Recent studies showed that NF90 is multifunctional in cells, including repressing p21 protein expression in cancer cells [28]. We next examined if LincIN plays a role in the NF90-mediated p21 pathway. Overexpression of LincIN in MCF10A cells diminishes p21 protein expression by approximately 40% (left panel, Fig. 5a,). Reciprocally, the level of p21 protein is consistently induced (approximately twofold) in LincIN knockdown groups compared to scrambled control (right panel, Fig. 5a). In contrast with altered protein expression, static p21 mRNA levels remain unchanged in both LincIN overexpression and knockdown experiments (Fig. 5b), suggesting that LincIN regulates p21 at the translational level. Moreover, loss of LincIN results in increased G1/G0 arrest (P < 0.05) (Fig. 5c and d), which is a typical phenotype associated with the elevated expression of p21. In addition, we have evaluated the p21 level in the mouse lung metastasis colonies by immunohistochemistry (IHC), and the nuclear p21 levels are higher in the metastasis colonies from the LincIN shRNA knockdown group compared to those tissues from shRNA control group (P < 0.05, Additional file 1: Figure S7 and Additional file 1: Table S5). This finding suggests that upregulation of nuclear p21 by LincIN knockdown may be associated with less aggressive phenotype in our metastasis model.

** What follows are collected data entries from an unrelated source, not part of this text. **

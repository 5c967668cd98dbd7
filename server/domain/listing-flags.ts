/**
 * Automatic flags shown to administrators when they review a listing. Pure: the caller gathers the
 * comparable prices, the other sellers' photo hashes and the seller's history.
 *
 * A 'block' flag means the listing cannot be approved as it stands; a 'review' flag asks the administrator
 * to look before approving.
 */
import { isAgedStock, isCondition, type Condition, type RubberUse } from './conditions';

export type FlagSeverity = 'block' | 'review';

export const flagCodes = [
  'rubber_brake_serviceable',
  'rubber_rebuilt_confirm',
  'restricted_category',
  'price_outlier',
  'photo_reused',
  'new_seller',
] as const;
export type FlagCode = (typeof flagCodes)[number];

export interface ListingFlag {
  code: FlagCode;
  severity: FlagSeverity;
  message: string;
  details: Record<string, unknown>;
}

/** A 64-bit difference hash, as a bigint or 16 hex characters. */
export type Hash64 = bigint | string;

export interface ListingFlagsInput {
  listing: {
    condition: Condition;
    rubberUse?: RubberUse | null;
    partCategory?: string | null;
    safetyClass?: string | null;
    priceCents: number;
    title: string;
    description: string;
  };
  /** The part is hydraulic brake rubber (hose, cylinder cup, boot) or a unit containing it. */
  isHydraulicRubber: boolean;
  /** The part's category needs extra review (weapon mounts and similar). */
  restrictedCategory: boolean;
  /** The same part's other listed or sold prices, in cents. */
  comparablePricesCents: readonly number[];
  photoHashes: readonly Hash64[];
  otherSellersPhotoHashes: ReadonlyArray<{ listingId: string; sellerId: string; hash: Hash64 }>;
  /** Approved listings the seller already has, not counting this one. */
  sellerApprovedListingCount: number;
  /** When given, hashes from this seller's own listings are ignored (reusing your own photo is fine). */
  sellerId?: string;
}

// --- statistics -------------------------------------------------------------------------------------

function assertFiniteNumbers(values: readonly number[], name: string): void {
  if (!Array.isArray(values)) throw new TypeError(`${name} must be an array of numbers`);
  for (const v of values) {
    if (typeof v !== 'number' || !Number.isFinite(v)) throw new TypeError(`${name} must contain only finite numbers, got ${String(v)}`);
  }
}

/** Median of a non-empty list; the mean of the two middle values for an even count. */
export function median(values: readonly number[]): number {
  assertFiniteNumbers(values, 'median input');
  if (values.length === 0) throw new RangeError('median of an empty list is undefined');
  const sorted = [...values].sort((a, b) => a - b);
  const mid = Math.floor(sorted.length / 2);
  return sorted.length % 2 === 1 ? sorted[mid] : (sorted[mid - 1] + sorted[mid]) / 2;
}

/** Median absolute deviation from the median (unscaled: no 1.4826 factor). */
export function medianAbsoluteDeviation(values: readonly number[]): number {
  const m = median(values);
  return median(values.map((v) => Math.abs(v - m)));
}

/** Fewer comparable prices than this and no price judgement is made. */
export const MIN_COMPARABLE_PRICES = 5;
/** Deviation from the median, in MADs, beyond which a price is an outlier. */
export const OUTLIER_MAD_MULTIPLIER = 3;
/**
 * Deviation from the median, as a share of the median, that a price must also exceed. This is what handles
 * MAD = 0 (most comparables at one price: flag only prices more than 50 % off it) and a tiny MAD (a few cents of
 * spread would otherwise flag a price a few cents off). Common practice, no published source: old parts sell
 * over a wide range, and half again or half off the usual price is where a listing is worth a second look.
 */
export const OUTLIER_MIN_RELATIVE_DEVIATION = 0.5;

export interface PriceAssessment {
  /** False when there were too few comparables to judge. */
  judged: boolean;
  outlier: boolean;
  comparableCount: number;
  medianCents: number | null;
  madCents: number | null;
  /** The deviation from the median the price must exceed to be an outlier. */
  thresholdCents: number | null;
  deviationCents: number | null;
  direction: 'high' | 'low' | null;
}

/**
 * Outlier rule: with at least 5 comparables, a price is an outlier when
 * |price - median| > max(3 * MAD, 0.5 * median).
 *
 * Worked example: comparables 2000, 4000, 5000, 6000, 9000, 10000 cents. Median 5500; absolute deviations
 * 3500, 1500, 500, 500, 3500, 4500, whose median (the MAD) is 2500. Threshold max(7500, 2750) = 7500.
 * A price of 13500 deviates by 8000 and is flagged; 12500 deviates by 7000 and is not.
 * MAD = 0 example: comparables 1200 x 4 and 1500: median 1200, MAD 0, threshold 600; 1900 is flagged, 1700 not.
 */
export function assessPrice(priceCents: number, comparablePricesCents: readonly number[]): PriceAssessment {
  if (typeof priceCents !== 'number' || !Number.isFinite(priceCents)) throw new TypeError(`priceCents must be a finite number, got ${String(priceCents)}`);
  assertFiniteNumbers(comparablePricesCents, 'comparablePricesCents');
  const count = comparablePricesCents.length;
  if (count < MIN_COMPARABLE_PRICES) {
    return { judged: false, outlier: false, comparableCount: count, medianCents: null, madCents: null, thresholdCents: null, deviationCents: null, direction: null };
  }
  const m = median(comparablePricesCents);
  const mad = medianAbsoluteDeviation(comparablePricesCents);
  const threshold = Math.max(OUTLIER_MAD_MULTIPLIER * mad, OUTLIER_MIN_RELATIVE_DEVIATION * m);
  const deviation = Math.abs(priceCents - m);
  const outlier = deviation > threshold;
  return {
    judged: true,
    outlier,
    comparableCount: count,
    medianCents: m,
    madCents: mad,
    thresholdCents: threshold,
    deviationCents: deviation,
    direction: priceCents > m ? 'high' : priceCents < m ? 'low' : null,
  };
}

export function isPriceOutlier(priceCents: number, comparablePricesCents: readonly number[]): boolean {
  return assessPrice(priceCents, comparablePricesCents).outlier;
}

// --- photo hashes -----------------------------------------------------------------------------------

const MAX_64 = (1n << 64n) - 1n;

/** Parses a 64-bit hash given as a bigint or 16 hex characters. */
export function toHash64(hash: Hash64): bigint {
  if (typeof hash === 'bigint') {
    if (hash < 0n || hash > MAX_64) throw new RangeError('a 64-bit hash must be between 0 and 2^64 - 1');
    return hash;
  }
  if (typeof hash !== 'string' || !/^[0-9a-f]{16}$/i.test(hash)) {
    throw new TypeError(`a 64-bit hash must be 16 hex characters, got ${JSON.stringify(hash)}`);
  }
  return BigInt(`0x${hash}`);
}

function popcount64(x: bigint): number {
  let count = 0;
  let v = x;
  while (v) {
    v &= v - 1n;
    count++;
  }
  return count;
}

/** Number of differing bits between two 64-bit hashes (0..64). */
export function hammingDistance64(a: Hash64, b: Hash64): number {
  return popcount64(toHash64(a) ^ toHash64(b));
}

/** At or below this many differing bits (of 64), two photos count as the same picture. */
export const PHOTO_REUSE_MAX_DISTANCE = 6;
/**
 * Hashes with fewer than this many set bits, or more than 64 minus it, come from near-featureless images
 * (a blank wall, a plain gradient). Any two such hashes sit close together, so they prove nothing and are
 * not compared. Common practice, no published source.
 */
export const MIN_HASH_FEATURE_BITS = 8;

function isFeatureless(hash: bigint): boolean {
  const bits = popcount64(hash);
  return bits < MIN_HASH_FEATURE_BITS || bits > 64 - MIN_HASH_FEATURE_BITS;
}

// --- flags --------------------------------------------------------------------------------------------

/** Listings a seller has approved before their listings stop being flagged as new. */
export const NEW_SELLER_LISTING_COUNT = 3;

function assertInput(input: ListingFlagsInput): void {
  if (input == null || typeof input !== 'object' || input.listing == null) throw new TypeError('computeFlags needs an input with a listing');
  const { listing } = input;
  if (!isCondition(listing.condition)) throw new TypeError(`Unknown listing condition: ${JSON.stringify(listing.condition)}`);
  if (listing.rubberUse != null && listing.rubberUse !== 'serviceable' && listing.rubberUse !== 'display_only') {
    throw new TypeError(`Unknown rubber use: ${JSON.stringify(listing.rubberUse)}`);
  }
  if (!Number.isSafeInteger(listing.priceCents) || listing.priceCents < 0) {
    throw new RangeError(`priceCents must be a non-negative integer, got ${String(listing.priceCents)}`);
  }
  for (const p of input.comparablePricesCents) {
    if (!Number.isSafeInteger(p) || p < 0) throw new RangeError(`comparable prices must be non-negative integer cents, got ${String(p)}`);
  }
  if (!Number.isSafeInteger(input.sellerApprovedListingCount) || input.sellerApprovedListingCount < 0) {
    throw new RangeError(`sellerApprovedListingCount must be a non-negative integer, got ${String(input.sellerApprovedListingCount)}`);
  }
}

function rubberFlags(input: ListingFlagsInput): ListingFlag[] {
  if (!input.isHydraulicRubber) return [];
  const { condition, rubberUse } = input.listing;
  const offeredForUse = rubberUse !== 'display_only';
  // source: /work/shared/DOMAIN.md, "Safety rules of the trade" (common practice): hydraulic brake rubber ages
  // even unused, so old rubber (NOS, NORS, used, core) is display / authenticity only, never serviceable.
  // Reproductions are new today and may be serviceable.
  if (isAgedStock(condition) && offeredForUse) {
    return [
      {
        code: 'rubber_brake_serviceable',
        severity: 'block',
        message:
          'Old hydraulic brake rubber cannot be offered for use: it ages even unused. List it as display / authenticity only.',
        details: { condition, rubberUse: rubberUse ?? null, requiredRubberUse: 'display_only' },
      },
    ];
  }
  // A rebuilt unit is acceptable for use only if every rubber part was renewed in the rebuild: the admin checks.
  if (condition === 'rebuilt' && offeredForUse) {
    return [
      {
        code: 'rubber_rebuilt_confirm',
        severity: 'review',
        message: 'Rebuilt hydraulic brake unit offered for use: confirm the description says all rubber parts were renewed.',
        details: { condition, rubberUse: rubberUse ?? null },
      },
    ];
  }
  return [];
}

function priceFlags(input: ListingFlagsInput): ListingFlag[] {
  const a = assessPrice(input.listing.priceCents, input.comparablePricesCents);
  if (!a.outlier) return [];
  return [
    {
      code: 'price_outlier',
      severity: 'review',
      message: `Price is far ${a.direction === 'high' ? 'above' : 'below'} the usual for this part (median of ${a.comparableCount} comparable prices).`,
      details: {
        priceCents: input.listing.priceCents,
        medianCents: a.medianCents,
        madCents: a.madCents,
        thresholdCents: a.thresholdCents,
        deviationCents: a.deviationCents,
        direction: a.direction,
        comparableCount: a.comparableCount,
      },
    },
  ];
}

function photoFlags(input: ListingFlagsInput): ListingFlag[] {
  const others = input.otherSellersPhotoHashes
    .filter((o) => input.sellerId === undefined || o.sellerId !== input.sellerId)
    .map((o) => ({ ...o, value: toHash64(o.hash) }))
    .filter((o) => !isFeatureless(o.value));
  const matches: Array<{ photoIndex: number; listingId: string; sellerId: string; distance: number }> = [];
  input.photoHashes.forEach((hash, photoIndex) => {
    const own = toHash64(hash);
    if (isFeatureless(own)) return;
    for (const other of others) {
      const distance = popcount64(own ^ other.value);
      if (distance <= PHOTO_REUSE_MAX_DISTANCE) matches.push({ photoIndex, listingId: other.listingId, sellerId: other.sellerId, distance });
    }
  });
  if (matches.length === 0) return [];
  matches.sort((x, y) => x.distance - y.distance || x.photoIndex - y.photoIndex);
  const photos = new Set(matches.map((m) => m.photoIndex)).size;
  const sellers = new Set(matches.map((m) => m.sellerId)).size;
  return [
    {
      code: 'photo_reused',
      severity: 'review',
      message: `${photos} photo${photos === 1 ? '' : 's'} closely match${photos === 1 ? 'es' : ''} photos in another seller's listings (${sellers} seller${sellers === 1 ? '' : 's'}).`,
      details: { matches, maxDistance: PHOTO_REUSE_MAX_DISTANCE },
    },
  ];
}

export function computeFlags(input: ListingFlagsInput): ListingFlag[] {
  assertInput(input);
  const flags: ListingFlag[] = [...rubberFlags(input)];
  if (input.restrictedCategory) {
    flags.push({
      code: 'restricted_category',
      severity: 'review',
      message: 'Restricted category (weapon mounts and similar): check that nothing live or regulated is offered and the listing is lawful.',
      details: { partCategory: input.listing.partCategory ?? null },
    });
  }
  flags.push(...priceFlags(input), ...photoFlags(input));
  if (input.sellerApprovedListingCount < NEW_SELLER_LISTING_COUNT) {
    flags.push({
      code: 'new_seller',
      severity: 'review',
      message: `New seller: this is among their first ${NEW_SELLER_LISTING_COUNT} listings.`,
      details: { sellerApprovedListingCount: input.sellerApprovedListingCount },
    });
  }
  // Blocks first so the reviewer sees them at the top.
  return flags.sort((a, b) => (a.severity === b.severity ? 0 : a.severity === 'block' ? -1 : 1));
}

/** A listing with any block flag cannot be approved. */
export function hasBlockingFlag(flags: readonly ListingFlag[]): boolean {
  return flags.some((f) => f.severity === 'block');
}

Since recent studies showed that NF90 may regulate p21 protein expression at the translational level via binding its 3′ untranslated region (UTR) [29], we sought to determine if LincIN mediates p21 protein expression via NF90. We knocked down LincIN, NF90, or both using siRNAs and measured p21 expression by Western blotting. As expected, knockdown of NF90 upregulates p21 protein levels (approximately twofold) (right panel, Fig. 5e). Importantly, under the condition of NF90 knockdown, the effects of siLincIN on elevating p21 expression (evaluated by the ratio of siLincIN + siNF90/siNF90) in HeLa cells is decreased in comparison to the cells treated with siLincIN alone (the ratio of siLincIN/SC) (P < 0.05) (right panel, Fig. 5e). Furthermore, LincIN overexpression-induced p21 inhibition is also partially diminished by NF90 silencing in MCF-10A cells (Fig. 5f). Knockdown or overexpression of LincIN had no significant effects on the expression of NF90 (Fig. 5e and f). Taken together, these results suggest that LincIN may cooperate with NF90 to inhibit p21 translation.